/// A coupler's match: its figures when they are values (none on a dead link), the
/// directivity's range, and every mark of the `match` cell as 0 or 1.
fn register_match(
    registry: &mut Registry,
    matching: &MatchSnapshot,
    snapshot: &Snapshot,
    station: &(String, String),
) {
    let labels: Labels = vec![
        station.clone(),
        ("profile".into(), snapshot.profile.clone()),
    ];
    let up = snapshot.link.up;
    let gauge = |value: Option<f64>| {
        let family = Family::<Labels, Value>::default();
        if let Some(value) = value.filter(|_| up) {
            set_finite(&family, &labels, value);
        }
        family
    };
    let value = matching.value;
    let unit = |name: &str| Unit::Other(name.to_string());
    let with_units = [
        (
            "swr",
            "The standing-wave ratio of the latest interval's means",
            None,
            value.map(|v| v.swr),
        ),
        (
            "return_loss",
            "The return loss of the latest interval's means",
            Some("db"),
            value.map(|v| v.return_loss_db),
        ),
        (
            "return_loss_uncertainty",
            "The expanded uncertainty (k = 2) of the return loss",
            Some("db"),
            matching.u_return_loss_db.filter(|_| value.is_some()),
        ),
        (
            "return_loss_lowest",
            "The lowest return loss the coupler's directivity leaves",
            Some("db"),
            matching.return_loss_lowest_db,
        ),
        (
            "return_loss_highest",
            "The highest return loss the coupler's directivity leaves (absent when unbounded)",
            Some("db"),
            matching.return_loss_highest_db,
        ),
        (
            "mismatch_loss",
            "The mismatch loss of the latest interval's means",
            Some("db"),
            value.map(|v| v.mismatch_loss_db),
        ),
        (
            "net_power",
            "Forward less reflected power: the power the load takes",
            Some("watts"),
            matching.net_w,
        ),
    ];
    for (name, help, unit_name, value) in with_units {
        match unit_name {
            Some(unit_name) => {
                registry.register_with_unit(name, help, unit(unit_name), gauge(value))
            }
            None => registry.register(name, help, gauge(value)),
        }
    }
    let marks = Family::<Labels, Value>::default();
    for (mark, set) in &matching.marks {
        let mut labels = labels.clone();
        labels.push(("flag".into(), mark.to_string()));
        marks.get_or_create(&labels).set(f64::from(u8::from(*set)));
    }
    registry.register(
        "match_flag",
        "1 when the latest interval's match carries the flag",
        marks,
    );
}

fn register_link(registry: &mut Registry, link: &LinkSnapshot, station: &(String, String)) {
    let labels: Labels = vec![station.clone()];
    let counters = [
        ("link_samples", "Samples decoded", link.samples),
        ("link_bad_lines", "ASCII lines refused", link.bad_lines),
        (
            "link_crc_errors",
            "Binary frames with a bad CRC",
            link.crc_errors,
        ),
        (
            "link_dropped_frames",
            "Binary frames missing",
            link.dropped_frames,
        ),
        (
            "link_ring_overruns",
            "Events dropped on a full ring",
            link.ring_overruns,
        ),
        (
            "link_reconnects",
            "Times the port came back",
            link.reconnects,
        ),
    ];
    for (name, help, value) in counters {
        let family = Family::<Labels, Counter>::default();
        family.get_or_create(&labels).inc_by(value);
        registry.register(name, help, family);
    }
    let up = Family::<Labels, Value>::default();
    up.get_or_create(&labels).set(f64::from(u8::from(link.up)));
    registry.register("link_up", "1 while the link is up", up);
    let age = Family::<Labels, Value>::default();
    if let Some(seconds) = link.last_sample_age_s {
        age.get_or_create(&labels).set(seconds);
    }
    registry.register_with_unit(
        "last_sample_age",
        "Time since the last sample arrived",
        Unit::Seconds,
        age,
    );
}

/// The content type of the older Prometheus text format (version 0.0.4).
pub const PROMETHEUS_TEXT_CONTENT_TYPE: &str = "text/plain; version=0.0.4; charset=utf-8";

/// Which text format a scraper asked for.
#[derive(Debug, Clone, Copy, PartialEq, Eq)]
pub enum Format {
    /// OpenMetrics 1.0 text.
    OpenMetrics,
    /// The older Prometheus text format.
    PrometheusText,
}

impl Format {
    /// The format an `Accept` header asks for: the older text format when it names
    /// `text/plain` and not `application/openmetrics-text`; OpenMetrics otherwise (no
    /// header, `*/*`, or OpenMetrics named).
    pub fn of_accept(accept: Option<&str>) -> Format {
        match accept {
            Some(accept)
                if accept.contains("text/plain")
                    && !accept.contains("application/openmetrics-text") =>
            {
                Format::PrometheusText
            }
            _ => Format::OpenMetrics,
        }
    }

    /// The content type of a response in this format.
    pub fn content_type(self) -> &'static str {
        match self {
            Format::OpenMetrics => OPENMETRICS_CONTENT_TYPE,
            Format::PrometheusText => PROMETHEUS_TEXT_CONTENT_TYPE,
        }
    }
}

/// The snapshot in the format asked for.
pub fn encode(snapshot: &Snapshot, format: Format) -> String {
    let text = encode_openmetrics(snapshot);
    match format {
        Format::OpenMetrics => text,
        Format::PrometheusText => to_prometheus_text(&text),
    }
}

/// OpenMetrics text as the older Prometheus text format says the same: no `# UNIT` lines
/// and no `# EOF`; a counter's family named as its `_total` samples are; an info family
/// a gauge named as its `_info` samples are.
fn to_prometheus_text(open_metrics: &str) -> String {
    let mut renamed: Vec<(String, String)> = Vec::new();
    for line in open_metrics.lines() {
        if let Some(rest) = line.strip_prefix("# TYPE ") {
            if let Some((name, kind)) = rest.split_once(' ') {
                match kind {
                    "counter" => renamed.push((name.to_string(), format!("{name}_total"))),
                    "info" => renamed.push((name.to_string(), format!("{name}_info"))),
                    _ => {}
                }
            }
        }
    }
    let rename = |name: &str| {
        renamed
            .iter()
            .find(|(from, _)| from == name)
            .map_or(name.to_string(), |(_, to)| to.clone())
    };
    let mut out = String::with_capacity(open_metrics.len());
    for line in open_metrics.lines() {
        if line.starts_with("# UNIT ") || line == "# EOF" {
            continue;
        }
        let described = ["# HELP ", "# TYPE "]
            .iter()
            .find_map(|lead| line.strip_prefix(lead).map(|rest| (*lead, rest)));
        match described.and_then(|(lead, rest)| rest.split_once(' ').map(|(n, r)| (lead, n, r))) {
            Some((lead, name, rest)) => {
                let rest = if rest == "info" { "gauge" } else { rest };
                out.push_str(&format!("{lead}{} {rest}\n", rename(name)));
            }
            None => {
                out.push_str(line);
                out.push('\n');
            }
        }
    }
    out
}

== == ==

* **WHAT NEEDS TO BE DONE**
When a line of the records includes "coupler", that line belongs in the answer.

* **OUTPUT BELOW**
/// A coupler's match: its figures when they are values (none on a dead link), the
            "The lowest return loss the coupler's directivity leaves",
            "The highest return loss the coupler's directivity leaves (absent when unbounded)",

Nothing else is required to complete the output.